Thread: The Obamanation
View Single Post
Old 11-17-2009, 09:20 PM   #1021
classicman
barely disguised asshole, keeper of all that is holy.
 
Join Date: Nov 2007
Posts: 23,401
Obama won no concessions from China on points at issue

Quote:
BEIJING — President Barack Obama on Wednesday wraps up a three-day visit to China that's left him keenly aware of the limits of his administration's leverage over this economic powerhouse on issues from currency exchange rates to human rights.

Obama has little leverage over China , in part because the U.S. depends on the Chinese to finance the U.S. government's growing debt, and because of the perception in China , which for years was an economic nonentity, that the U.S. is troubled and China is ascendant.

Administration officials said that the China stop, part of a four-nation Asia tour that will conclude Thursday in South Korea , was a success because it laid the groundwork for a more focused U.S.- China alliance to tackle everything from global warming to nuclear weapons containment.

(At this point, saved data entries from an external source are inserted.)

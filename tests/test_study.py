"""Monte Carlo studies: definitions, seeds, the store, summaries and the command line (in-process).

Designs are small (sv, T = 200, n_draws = 16, a few replications) to keep the file quick.
"""

import argparse
import dataclasses
import sqlite3

import numpy as np
import pytest

import smle
from smle.errors import SmleInputError
from smle.study import (Design, Estimator, Study, load_study, replication_seeds, run_replication, run_study,
                        study_status, summarize, write_summary, export_csv)
from smle.cli.study import add_study_commands
from smle.study.store import TIMING_COLUMNS

TRUTH = dict(mu=-7.36, phi=0.95, sigma_eta=0.26)
STUDY_TOML = """
[study]
name = "small"
master_seed = 11
[outputs]
store = "small.sqlite"
folder = "summary"
[defaults]
model = "sv"
n_periods = 200
replications = 3
n_draws = 16
[[design]]
name = "phi=0.95"
params = { mu = -7.36, phi = 0.95, sigma_eta = 0.26 }
[[design]]
name = "phi=0.90"
params = { mu = -7.36, phi = 0.90, sigma_eta = 0.363 }
"""


def small_study(store=None, replications=3, **changes):
    design = Design("phi=0.95", "sv", TRUTH, 200, replications, Estimator(n_draws=16))
    return Study("small", 11, (dataclasses.replace(design, **changes),), store=store)


def dump(path):
    connection = sqlite3.connect(path)
    try:
        return list(connection.iterdump())
    finally:
        connection.close()


def rows_without_timing(path):
    connection = sqlite3.connect(path)
    connection.row_factory = sqlite3.Row
    reps = [{k: r[k] for k in r.keys() if k not in TIMING_COLUMNS}
            for r in connection.execute("SELECT * FROM replications ORDER BY design, replication")]
    estimates = [tuple(r) for r in connection.execute("SELECT * FROM estimates ORDER BY design, replication, parameter")]
    connection.close()
    return reps, estimates
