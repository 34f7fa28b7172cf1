"""An invented demo scenario: simulated prices of a fictional instrument on a fictional venue.

DEMO DATA ONLY, NOT REAL DATA. The "Marrowby Barley Composite", quoted on the "Quillhaven
Commodity Exchange", do not exist; the prices are simulated with NumPy from an explicit seed
(the same seed gives the same files, byte for byte) and the dates lie in the 2030s so that
nobody takes them for history.

The model (percent log prices, day ``t``, intraday step ``k``):

* daily log-variance ``h_t = mu + phi (h_{t-1} - mu) + sigma_eta eta_t``, a Gaussian AR(1)
  (stochastic volatility), started from its stationary law;
* a persistent mixing factor ``m_t`` in ``{1, mixing_high}``, a two-state Markov chain that
  stays put with probability ``mixing_stay`` per day (calm and agitated spells);
* the day's variance ``v_t = exp(h_t) m_t`` (percent squared), of which ``overnight_share``
  falls in the gap from the previous close to the open and the rest over the session;
* within the session a driftless diffusion, Gaussian steps of ``step_seconds`` whose variance
  follows a U-shaped intraday pattern (busier near the open and the close);
* 1-minute bars (open, high, low, close of the steps) stamped at their end, and daily bars.
"""

from __future__ import annotations

from pathlib import Path
from typing import NamedTuple

import numpy as np
import pandas as pd

from smle.errors import SmleInputError, describe

INSTRUMENT = "Marrowby Barley Composite"
VENUE = "Quillhaven Commodity Exchange"
DISCLAIMER = (f"DEMO DATA ONLY: '{INSTRUMENT}' on the '{VENUE}' are invented; these prices "
              f"are simulated by smle.data.demo and are not real data.")

VENUE_TIMEZONE = "Europe/London"
SESSION_OPEN = "09:00"
SESSION_CLOSE = "15:30"
FIRST_DAY = "2031-01-06"


class DemoScenario(NamedTuple):
    """What :func:`demo_scenario` returns.

    Attributes:
      intraday: 1-minute bars, index ``timestamp`` (aware, venue time, bar end), columns
        ``open``, ``high``, ``low``, ``close``.
      daily: daily bars, index ``date``, columns ``open``, ``high``, ``low``, ``close``.
      truth: per day the latent values: ``log_variance`` (h_t), ``mixing`` (m_t),
        ``session_integrated_variance_pct2`` (the sum of the step variances) and
        ``overnight_variance_pct2``.
      settings: the venue, session, time zone, seed and model parameters, and the disclaimer.
      files: paths written (empty when no folder was given).
    """

    intraday: pd.DataFrame
    daily: pd.DataFrame
    truth: pd.DataFrame
    settings: dict
    files: dict


def _intraday_pattern(n_steps: int, strength: float) -> np.ndarray:
    """U-shaped weights over the session steps, summing to one."""
    middle = (np.arange(n_steps) + 0.5) / n_steps
    weights = 1.0 + strength * (2.0 * middle - 1.0) ** 2
    return weights / weights.sum()


def _check_arguments(**values) -> None:
    """Each argument of :func:`demo_scenario` in its accepted range, or a clear error."""
    integers = {"seed": (0, "a non-negative integer"), "n_days": (1, "a positive integer"),
                "step_seconds": (1, "a positive integer"),
                "bar_minutes": (1, "a positive integer")}
    for name, (lowest, accepted) in integers.items():
        value = values[name]
        if isinstance(value, bool) or not isinstance(value, (int, np.integer)) or value < lowest:
            raise SmleInputError(f"{name}={describe(value)} is not accepted; use {accepted}")
    ranges = {"mu": (-np.inf, np.inf, "a finite number"),
              "phi": (-1.0, 1.0, "-1 < phi < 1"),
              "sigma_eta": (0.0, np.inf, "sigma_eta > 0"),
              "mixing_high": (0.0, np.inf, "mixing_high > 0"),
              "mixing_stay": (0.0, 1.0, "0 <= mixing_stay <= 1 (a probability)"),
              "overnight_share": (0.0, 1.0, "0 <= overnight_share < 1"),
              "start_price": (0.0, np.inf, "start_price > 0")}
    inclusive = {"mixing_stay": (True, True), "overnight_share": (True, False)}
    for name, (low, high, accepted) in ranges.items():
        value = values[name]
        try:
            number = float(value)
        except (TypeError, ValueError):
            number = np.nan
        closed_low, closed_high = inclusive.get(name, (False, False))
        above = number >= low if closed_low else number > low
        below = number <= high if closed_high else number < high
        if isinstance(value, bool) or not (np.isfinite(number) and above and below):
            raise SmleInputError(f"{name}={describe(value)} is not accepted; use {accepted}")


def demo_scenario(seed: int, n_days: int = 250, folder=None, *, mu: float = 0.0,
                  phi: float = 0.97, sigma_eta: float = 0.15, mixing_high: float = 2.0,
                  mixing_stay: float = 0.985, overnight_share: float = 0.2,
                  step_seconds: int = 10, bar_minutes: int = 1,
                  start_price: float = 412.5) -> DemoScenario:
    """Simulate the invented demo scenario (see the module docstring); optionally write it.

    Args:
      seed: seed of the NumPy generator; the scenario is a deterministic function of it.
      n_days: number of session days (business days from 2031-01-06).
      folder: when given, the CSV files are written there (created if needed).
      mu, phi, sigma_eta: the AR(1) of the daily log-variance (percent squared).
      mixing_high, mixing_stay: the agitated level of the mixing factor and the daily
        probability of staying in the current state.
      overnight_share: the share of each day's variance falling overnight.
      step_seconds: the simulation step within the session; must divide the bar length.
      bar_minutes: the bar length in minutes.
      start_price: the first open.

    Returns:
      A :class:`DemoScenario`.
    """
    _check_arguments(seed=seed, n_days=n_days, mu=mu, phi=phi, sigma_eta=sigma_eta,
                     mixing_high=mixing_high, mixing_stay=mixing_stay,
                     overnight_share=overnight_share, step_seconds=step_seconds,
                     bar_minutes=bar_minutes, start_price=start_price)
    rng = np.random.default_rng(seed)
    open_minutes = 9 * 60
    session_minutes = 6 * 60 + 30
    steps_per_bar = bar_minutes * 60 // step_seconds
    if steps_per_bar * step_seconds != bar_minutes * 60 or session_minutes % bar_minutes:
        raise SmleInputError(
            f"step_seconds={step_seconds!r} and bar_minutes={bar_minutes!r} are not accepted "
            f"together: step_seconds must divide the bar ({bar_minutes * 60} s), and "
            f"bar_minutes the 390-minute session (1, 2, 3, 5, 6, 10, 13, 15, 26, 30, ...)")
    n_bars = session_minutes // bar_minutes
    n_steps = n_bars * steps_per_bar

    # Latent daily variance: AR(1) log-variance times a two-state persistent mixing factor.
    log_variance = np.empty(n_days)
    log_variance[0] = mu + sigma_eta / np.sqrt(1.0 - phi**2) * rng.standard_normal()
    shocks = sigma_eta * rng.standard_normal(n_days)
    for t in range(1, n_days):  # a loop over days for the recursion, not over rows
        log_variance[t] = mu + phi * (log_variance[t - 1] - mu) + shocks[t]
    switches = rng.random(n_days) > mixing_stay
    state = np.cumsum(switches) % 2
    mixing = np.where(state == 1, mixing_high, 1.0)
    variance = np.exp(log_variance) * mixing

    session_variance = (1.0 - overnight_share) * variance
    overnight_variance = overnight_share * variance
    step_variance = session_variance[:, None] * _intraday_pattern(n_steps, 0.8)[None, :]
    steps = np.sqrt(step_variance) / 100.0 * rng.standard_normal((n_days, n_steps))
    gaps = np.sqrt(overnight_variance) / 100.0 * rng.standard_normal(n_days)
    gaps[0] = 0.0
    session_moves = steps.sum(axis=1)
    day_open = np.log(start_price) + np.cumsum(gaps + np.r_[0.0, session_moves[:-1]])
    path = day_open[:, None] + np.concatenate(
        [np.zeros((n_days, 1)), np.cumsum(steps, axis=1)], axis=1)

    # Bars: bar j spans steps j*s .. (j+1)*s of the path (its first point is the last bar's end).
    body = path[:, 1:].reshape(n_days, n_bars, steps_per_bar)
    bar_open = path[:, :-1:steps_per_bar]
    bar_close = body[:, :, -1]
    bar_high = np.maximum(body.max(axis=2), bar_open)
    bar_low = np.minimum(body.min(axis=2), bar_open)

    days = pd.bdate_range(FIRST_DAY, periods=n_days)
    minutes = open_minutes + bar_minutes * (np.arange(n_bars) + 1)
    wall = (days.as_unit("ns").asi8[:, None] + minutes[None, :] * 60 * 10**9).ravel()
    stamps = pd.DatetimeIndex(wall.astype("datetime64[ns]")).tz_localize(VENUE_TIMEZONE).rename("timestamp")
    intraday = pd.DataFrame({"open": np.exp(bar_open).ravel(), "high": np.exp(bar_high).ravel(),
                             "low": np.exp(bar_low).ravel(), "close": np.exp(bar_close).ravel()},
                            index=stamps).round(4)
    daily = pd.DataFrame({"open": np.exp(path[:, 0]), "high": np.exp(path.max(axis=1)),
                          "low": np.exp(path.min(axis=1)), "close": np.exp(path[:, -1])},
                         index=days.rename("date")).round(4)
    # Rounding to 4 decimals could push a bar's open or close a hair outside its range.
    for frame in (intraday, daily):
        frame["high"] = frame[["open", "high", "low", "close"]].max(axis=1)
        frame["low"] = frame[["open", "high", "low", "close"]].min(axis=1)
    truth = pd.DataFrame({"log_variance": log_variance, "mixing": mixing,
                          "session_integrated_variance_pct2": step_variance.sum(axis=1),
                          "overnight_variance_pct2": overnight_variance},
                         index=days.rename("date"))
    settings = {"instrument": INSTRUMENT, "venue": VENUE, "timezone": VENUE_TIMEZONE,
                "session_open": SESSION_OPEN, "session_close": SESSION_CLOSE,
                "bar_minutes": bar_minutes, "step_seconds": step_seconds, "seed": seed,
                "n_days": n_days, "mu": mu, "phi": phi, "sigma_eta": sigma_eta,
                "mixing_high": mixing_high, "mixing_stay": mixing_stay,
                "overnight_share": overnight_share, "disclaimer": DISCLAIMER}
    files = {}
    if folder is not None:
        files = _write(Path(folder), intraday, daily, settings)
    return DemoScenario(intraday, daily, truth, settings, files)


def _write(folder: Path, intraday: pd.DataFrame, daily: pd.DataFrame, settings: dict) -> dict:
    folder.mkdir(parents=True, exist_ok=True)
    files = {"intraday": folder / "quillhaven_marrowby_demo_1min.csv",
             "daily": folder / "quillhaven_marrowby_demo_daily.csv",
             "about": folder / "quillhaven_marrowby_demo_ABOUT.txt"}
    # Timestamps written as venue time with its offset, formatted with NumPy (fast).
    written = intraday.copy()
    wall = written.index.tz_localize(None).as_unit("s").to_numpy()
    offset = (wall - written.index.tz_convert("UTC").tz_localize(None).as_unit("s").to_numpy())
    minutes = offset.astype("timedelta64[m]").astype(int)
    sign = np.where(minutes < 0, "-", "+")
    hours, rest = np.divmod(np.abs(minutes), 60)
    text = np.char.replace(np.datetime_as_string(wall, unit="s"), "T", " ")
    zone = np.char.add(np.char.add(sign, np.char.zfill(hours.astype(str), 2)),
                       np.char.add(":", np.char.zfill(rest.astype(str), 2)))
    written.index = pd.Index(np.char.add(text, zone), name="timestamp")
    written.to_csv(files["intraday"])
    daily.to_csv(files["daily"], date_format="%Y-%m-%d")
    lines = [DISCLAIMER, ""] + [f"{key}: {value}" for key, value in settings.items()
                                if key != "disclaimer"]
    lines += ["", "Files: 1-minute bars stamped at the bar's end (venue time with offset);",
              "daily bars. Prepare them with smle.data.prepare_file(path, timezone=...,",
              f"session_open='{SESSION_OPEN}', session_close='{SESSION_CLOSE}')."]
    files["about"].write_text("\n".join(lines) + "\n", encoding="utf-8")
    return files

China gave no evident ground on the points at issue, however.
n two areas in which the United States wants to shift China's positions — valuation of the Chinese currency and the Chinese government's censorship practices and human rights abuses — no advances were announced, however.

The U.S. is the world's largest economy; China's the world's most populous nation, with the third largest gross domestic product. China has helped keep the American economy afloat through the recession. Its huge trade surplus with the United States — and the $800 billion worth of American government debt that it holds — is economically unsustainable and leaves the U.S. dependent on Beijing's financial favor, however.

Obama has called for China to stop undervaluing its currency and adopt a more market-based standard as one way to begin reducing the trade imbalance.


Other aspects of Obama's visit also were sobering. Even as he arrived Sunday night, human rights organizations reported that the Chinese government was rounding up and arresting dissidents to ensure that they couldn't reach out to the U.S.

The following day, Hu allowed Obama's town-hall meeting, the first such event for a Western leader in China , to air on local television in Shanghai — but not nationally.

Hu didn't agree to any news conferences at which reporters could ask questions.

There were no chants of "O-ba-ma!" at the town hall meeting. Instead, 400 students selected by authorities at their universities awaited his arrival in silence, sitting rigidly and displaying little emotion.
Link

Good luck with that plan. You've got as good a chance of that happening as asking the opposing team not to play their star players. Why would China do that when it is clearly NOT in their best interest?